Crack and fizz. Ah the hope that springs with the popping of a fresh can of Yoohoo. The best chocolate drink since I blended a Hershey bar with genuine, straight from the vein, Smurf blood. (It gives it that smooth, hint of white cocoa aftertaste.) And, my few and faithful readers, venture ye a guess where this chilly non-diary drink hails from? Publix. The same Publix grocery store that shafted me out of a FULL 12 PACK earlier this year (See previous post). And stop your damned snickering, that stuff costs me $5.79 a pack. That’s more than Joan Rivers paid for her last nose, more than Donald Trump paid for his last wig, more than Paula Abdul paid for her last bottle of painkillers, more than Britney Spears has EVER paid for child care, hi-YO! (I’ll be here all night, remember to tip your waitress.)
But, if I might be serious, for just a moment. I know it’s been a long time since my last post. In that time I’ve been rejected by my dream agent (want to know what that one feels like? Try this. Pretend that someone tells you they want to cast you as the lead in the next Transformers flick, then wait two months without hearing anything, then imagine you receive an email saying that instead of casting you in the film, they’ve decided to feed your soul to Dick Cheney’s gremlin grandchildren), coming to terms with my decision to give up writing in pursuit of a law career, and realized I may need to overhaul my novel this summer. Life isn’t like a box of chocolates, folks, it’s like a box of rabid chipmunks, and there’s a hobo with halitosis pressing a gun to your head and forcing you to stick your hand in the box or else he’ll kill you, then take a leak on your brainless corpse. I know, I know, not graphic enough.
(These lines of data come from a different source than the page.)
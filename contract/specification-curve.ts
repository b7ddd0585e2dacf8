/**
 * What a specification-curve fit (kind "specification-curve") reports, in
 * one place for the engine (server/stats/specification-curve/), the API (the
 * fit's result) and the fit screen, and the alternatives a curve crosses
 * with their defaults (`curveChoices`).
 */
import type { ExclusionRule } from "./exclusion-rules";
import { curveKind } from "./fit-rules";
import type { ModelSpec, ModelSpecInput } from "./spec";

/**
 * The alternatives of a curve with their defaults (the model's estimator;
 * one set without covariates; no rules) and how many specifications they
 * make: estimators × covariate sets × 2^rules.
 */
export function curveChoices(spec: Pick<ModelSpec, "estimator" | "specifications">): {
  estimators: ModelSpec["estimator"][];
  covariateSets: string[][];
  exclusionRules: ExclusionRule[];
  count: number;
} {
  const estimators = spec.specifications?.estimators ?? [spec.estimator];
  const covariateSets = spec.specifications?.covariateSets ?? [[]];
  const exclusionRules = spec.specifications?.exclusionRules ?? [];
  return {
    estimators,
    covariateSets,
    exclusionRules,
    count: estimators.length * covariateSets.length * 2 ** exclusionRules.length,
  };
}

/** One specification: one estimator, one covariate set, one subset of the exclusion rules. */
export interface CurveSpecification {
  estimator: string;
  covariates: string[];
  /** Indices (into specifications.exclusionRules) of the rules switched on. */
  exclusions: number[];
  n: number;
  estimate: number;
  ciLow: number | null;
  ciHigh: number | null;
  p: number;
}

export interface CurveSummary {
  count: number;
  medianEstimate: number;
  /** Share of specifications with an estimate above 0. */
  sharePositive: number;
  /** Share with p < .05 (two-sided) and an estimate above 0. */
  shareSignificantPositive: number;
  /** Share with p < .05 (two-sided) and an estimate below 0. */
  shareSignificantNegative: number;
}

/** The joint test (Simonsohn, Simmons & Nelson 2020): p-values against curves of null data. */
export interface CurveJointTest {
  resamples: number;
  /** "positive" or "negative": the sign of the observed median estimate (positive at 0). */
  dominantDirection: "positive" | "negative";
  /** Share of specifications significant (p < .05) in the dominant direction. */
  shareSignificantDominant: number;
  /** Stouffer's Z of the one-sided p-values in the dominant direction. */
  stoufferZ: number;
  pMedian: number;
  pShareSignificant: number;
  pStouffer: number;
}

/** The fields a specification-curve result adds to a fit's result. */
export interface CurveResultFields {
  region: string;
  question: "association" | "two-group";
  specifications: CurveSpecification[];
  summary: CurveSummary;
  jointTest?: CurveJointTest;
}

/**
 * The ordinary model of one specification of a curve: an association (or
 * two-group) model of the curve's region with the specification's
 * estimator and covariates, the curve's rules it switches on as its
 * `exclusionRules`, parametric inference and the curve's seed. The engine
 * fits each specification as exactly this model (so a specification equals
 * the ordinary fit of this model), and the curve screen opens a
 * specification as a fit of it. Model fields as a model body takes them
 * (defaults left to the schema).
 */
export function specificationModel(
  curve: Pick<
    ModelSpec,
    | "regions"
    | "predictor"
    | "group"
    | "levels"
    | "estimator"
    | "seed"
    | "tau2Method"
    | "smallSample"
    | "specifications"
  >,
  choice: Pick<CurveSpecification, "covariates" | "exclusions"> & {
    estimator: ModelSpec["estimator"];
  },
): ModelSpecInput {
  const rules = curveChoices(curve).exclusionRules;
  const on = choice.exclusions.map((k) => rules[k]);
  const question = curveKind(curve);
  return {
    kind: question,
    regions: curve.regions ? [...curve.regions] : undefined,
    ...(question === "association"
      ? { predictor: curve.predictor }
      : { group: curve.group, levels: curve.levels }),
    covariates: [...choice.covariates],
    estimator: choice.estimator,
    inference: "parametric",
    seed: curve.seed,
    tau2Method: curve.tau2Method,
    smallSample: curve.smallSample,
    ...(on.length > 0 ? { exclusionRules: on.map((r) => ({ ...r })) } : {}),
  };
}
I’ve also seen a couple of movies. One good (No Country for Old Men) and one not so good (I Am Legend—though Will Smith was brilliant). I’ll have more on those in another post, hopefully. Mainly, I just wanted to give an update on the Yoohoo crisis, and also provide you with a hand dandy list (I love lists, they require such little skill to write). So without further adieu, here is my list for creeping people out at the grocery store. I field tested these techniques on Christmas Eve and guarantee their success.
The Abbreviated Grocery Creep-Out List
1. When in the Dairy isle, wait for someone to approach the milk. Then, just before they make their selection, reach in and gently caress the gallon they are about to select. After they recoil, look at them longingly and say, “it’s so white. It’s just sooo white.”
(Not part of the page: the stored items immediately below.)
/**
 * An exclusion rule: a criterion on one participant-sheet column that sets a
 * participant aside, with its reason (e.g. mean_fd > 0.5 "motion"). Used by
 * a specification curve's alternatives (and meant for the analysis plan).
 *
 * Evaluation (`meetsRule`): numeric comparisons on numeric columns; `==` and
 * `!=` also on categories (the value compared as text). A participant with a
 * missing value in the rule's column is NOT excluded by that rule.
 */
import { z } from "zod";

export const exclusionOps = ["<", "<=", ">", ">=", "==", "!="] as const;
export type ExclusionOp = (typeof exclusionOps)[number];

export const exclusionRuleSchema = z.strictObject({
  column: z.string().min(1),
  op: z.enum(exclusionOps),
  value: z.union([z.number(), z.string().min(1)]),
  reason: z.string().min(1),
});

export type ExclusionRule = z.output<typeof exclusionRuleSchema>;

/** The rule in plain words, e.g. "mean_fd > 0.5 (motion)". */
export function ruleText(rule: ExclusionRule): string {
  return `${rule.column} ${rule.op} ${rule.value} (${rule.reason})`;
}

/**
 * Whether a participant's value meets the rule (and so is excluded). A
 * missing value (null, NaN) never meets it. A number compared with a
 * numeric value; a category only with `==` or `!=` against the value as text.
 */
export function meetsRule(rule: ExclusionRule, value: number | string | null): boolean {
  if (value === null) return false;
  if (typeof value === "number") {
    if (!Number.isFinite(value)) return false;
    const v = typeof rule.value === "number" ? rule.value : Number(rule.value);
    if (!Number.isFinite(v)) return false;
    switch (rule.op) {
      case "<":
        return value < v;
      case "<=":
        return value <= v;
      case ">":
        return value > v;
      case ">=":
        return value >= v;
      case "==":
        return value === v;
      case "!=":
        return value !== v;
    }
  }
  const text = String(rule.value);
  if (rule.op === "==") return value === text;
  if (rule.op === "!=") return value !== text;
  return false;
}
2. Open up the ice cream doors. Allow them to frost over. Draw sad faces with tears streaming down the cheeks. Wait until someone passes to close the door. Preferably someone with small children.
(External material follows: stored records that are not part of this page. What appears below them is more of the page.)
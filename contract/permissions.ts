/**
 * Who may do what: the table of action → audience that the server's
 * `authorize` middleware enforces (server/auth/permissions.ts) and the web
 * app names its controls by (a study view lists the caller's actions).
 * No imports, so the web app can use it.
 *
 * Audiences:
 * - `anyone`: no session needed (health, sign-in options, invitation preview);
 * - `signed-in`: any signed-in person (own profile, list/create studies, accept an invitation);
 * - `study`: members of the study whose role is listed; `whenRestricted`
 *   narrows the roles when the study marks participant-level rows as
 *   restricted; `self` lists roles allowed when the route's `:userId` is the
 *   signed-in person (leaving a study). A `write` action is refused in an
 *   archived study; `inState` marks the action about a study in that state.
 *
 * Rights follow PRODUCT.md: Owner manages members and can do everything;
 * Analyst uploads data, builds models, runs fits, sets participants aside;
 * Reviewer reads everything, comments and approves a fit for sealing; Viewer
 * reads results only (no participant-level rows if the study is restricted).
 */

/** A member's role in a study. */
export const roles = ["owner", "analyst", "reviewer", "viewer"] as const;
export type Role = (typeof roles)[number];

export type Audience =
  | { readonly scope: "anyone" }
  | { readonly scope: "signed-in" }
  | {
      readonly scope: "study";
      readonly roles: readonly Role[];
      /** "write": refused in an archived study (409 study_archived). */
      readonly access: "read" | "write";
      readonly whenRestricted?: readonly Role[];
      readonly self?: readonly Role[];
      /** The action is about a study in this state: "archived" passes the archive's refusal, "deleted" reaches a deleted study. */
      readonly inState?: "archived" | "deleted";
    };

interface StudyExtra {
  whenRestricted?: readonly Role[];
  self?: readonly Role[];
  inState?: "archived" | "deleted";
}

const anyone = { scope: "anyone" } as const;
const signedIn = { scope: "signed-in" } as const;
/** A study action that only reads. */
const reads = (who: readonly Role[], extra: StudyExtra = {}) =>
  ({ scope: "study", access: "read", roles: who, ...extra }) as const;
/** A study action that changes something (refused while the study is archived). */
const writes = (who: readonly Role[], extra: StudyExtra = {}) =>
  ({ scope: "study", access: "write", roles: who, ...extra }) as const;

const everyone: readonly Role[] = roles;
const owner: readonly Role[] = ["owner"];
const makers: readonly Role[] = ["owner", "analyst"];
const readers: readonly Role[] = ["owner", "analyst", "reviewer"];

/** Action → audience. Add a row here for every new route's action. */
export const permissions = {
  // Public and personal
  "health.read": anyone,
  "auth.options": anyone,
  "dev.mail": anyone,
  "dev.demo-sign-in": anyone,
  "me.read": signedIn,
  "me.preferences": signedIn,
  "studies.list": signedIn,
  "studies.create": signedIn,
  "invitation.read": anyone,
  "invitation.accept": signedIn,
  "planner.use": signedIn,
  /** The route itself also asks that the person owns a study (server/routes/workers.ts). */
  "workers.read": signedIn,

  // A study and its team
  "study.read": reads(everyone),
  "study.update": writes(owner),
  "study.delete": writes(owner),
  "study.archive": writes(owner),
  "study.unarchive": writes(owner, { inState: "archived" }),
  "study.restore": writes(owner, { inState: "deleted" }),
  "members.list": reads(everyone),
  "members.update": writes(owner),
  "members.remove": writes(owner, { self: everyone }),
  "invitations.list": reads(owner),
  "invitations.create": writes(owner),
  "invitations.revoke": writes(owner),
  "activity.list": reads(readers),
  // A person's own e-mail notices of the study: changes nothing of the study, so an archived one accepts it.
  "notices.manage": reads(everyone),

  // Data, models and fits (routes arrive with later work; rights decided here)
  "data.read": reads(everyone),
  "data.upload": writes(makers),
  "data.delete": writes(makers),
  "participants.read": reads(everyone, { whenRestricted: readers }),
  "participants.set-aside": writes(makers),
  "models.read": reads(everyone),
  "models.write": writes(makers),
  "fits.read": reads(everyone),
  "fits.run": writes(makers),
  "fits.export": reads(everyone),
  "fits.participants.read": reads(everyone, { whenRestricted: readers }),
  "fits.approve": writes(["owner", "reviewer"]),
  "fits.seal": writes(owner),
  "plans.read": reads(everyone),
  "plans.register": writes(makers),
  "plans.countersign": writes(["owner", "reviewer"]),
  "comments.read": reads(readers),
  "comments.write": writes(readers),
} as const satisfies Record<string, Audience>;

export type Action = keyof typeof permissions;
3. Ask the butcher if he’ll let you “play with the meat.” When he asks you what you mean, just wink at him, and say, “you know what I mean."
4. Drive your cart into the path of oncoming shoppers. Make sure to repetitively snap your left hand and mumble the words, “revelations, innards, marshmallow, fatted-calf, wiper-fluid, unrepentant, Tom Cruise, pestilence, driveshaft, venereal, and waterslide.”
5. At the checkout line, place your groceries on the conveyor belt without using the mighty plastic separator. Leave just enough room so that there’s a narrow, natural barrier between your items and the person checking out in front of you. You will be AMAZED how frantic people become without the separator.